◆ **Task material**
════════════════

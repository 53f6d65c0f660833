// The band library as immutable versions (docs/decisions/0012-versioned-band-library.md). A version
// is a full list of (band key → definition); a definition row is written once and never changed,
// and a new version shares every definition it did not change (copy-on-write). So any old version
// can be loaded exactly, and "did band K change between versions A and B" is a comparison of two
// definition ids. The newest version is the current one.
import { sql } from 'drizzle-orm';
import { index, integer, primaryKey, sqliteTable, text, uniqueIndex } from 'drizzle-orm/sqlite-core';
import type { Band } from '../../core/types';
import { user } from './auth';

const now = sql`(cast(unixepoch('subsecond') * 1000 as integer))`;

export const bandLibraryVersions = sqliteTable(
  'band_library_versions',
  {
    id: integer('id').primaryKey({ autoIncrement: true }),
    /** What fits and batches store: 'starter-1' for the first version, then 'v2', 'v3' … */
    label: text('label').notNull(),
    parentId: integer('parent_id'),
    createdById: text('created_by_id').references(() => user.id, { onDelete: 'set null' }),
    /** Why the library changed (required for every change after the first version). */
    reason: text('reason').notNull(),
    /** What changed: { action, bandKey, … } for the history lists. */
    change: text('change', { mode: 'json' }).$type<Record<string, unknown>>().notNull().default({}),
    createdAt: integer('created_at', { mode: 'timestamp_ms' }).notNull().default(now),
  },
  (t) => [uniqueIndex('band_library_versions_label_unique').on(t.label), uniqueIndex('band_library_versions_parent_unique').on(t.parentId)],
);

export const bandDefinitions = sqliteTable(
  'band_definitions',
  {
    id: integer('id').primaryKey({ autoIncrement: true }),
    key: text('key').notNull(),
    /** Band.version: 1 for a new band, +1 for each change of its curve, zero-point or system. */
    bandVersion: integer('band_version').notNull(),
    /** SHA-256 of the definition's canonical JSON. */
    contentHash: text('content_hash').notNull(),
    /** The whole Band, curve included. */
    definition: text('definition', { mode: 'json' }).$type<Band>().notNull(),
    createdAt: integer('created_at', { mode: 'timestamp_ms' }).notNull().default(now),
  },
  (t) => [uniqueIndex('band_definitions_key_version_unique').on(t.key, t.bandVersion)],
);

export const bandLibraryEntries = sqliteTable(
  'band_library_entries',
  {
    versionId: integer('version_id')
      .notNull()
      .references(() => bandLibraryVersions.id, { onDelete: 'restrict' }),
    key: text('key').notNull(),
    definitionId: integer('definition_id')
      .notNull()
      .references(() => bandDefinitions.id, { onDelete: 'restrict' }),
    /** Order of the bands in lists (the starter order, new bands after). */
    position: integer('position').notNull(),
  },
  (t) => [primaryKey({ columns: [t.versionId, t.key] }), index('band_library_entries_definition_idx').on(t.definitionId)],
);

════════════════

◆ **Exercise details**
Whenever the string "first" occurs in a line of the entries above, copy that line.

◆ **Written solution**
    /** What fits and batches store: 'starter-1' for the first version, then 'v2', 'v3' … */
    /** Why the library changed (required for every change after the first version). */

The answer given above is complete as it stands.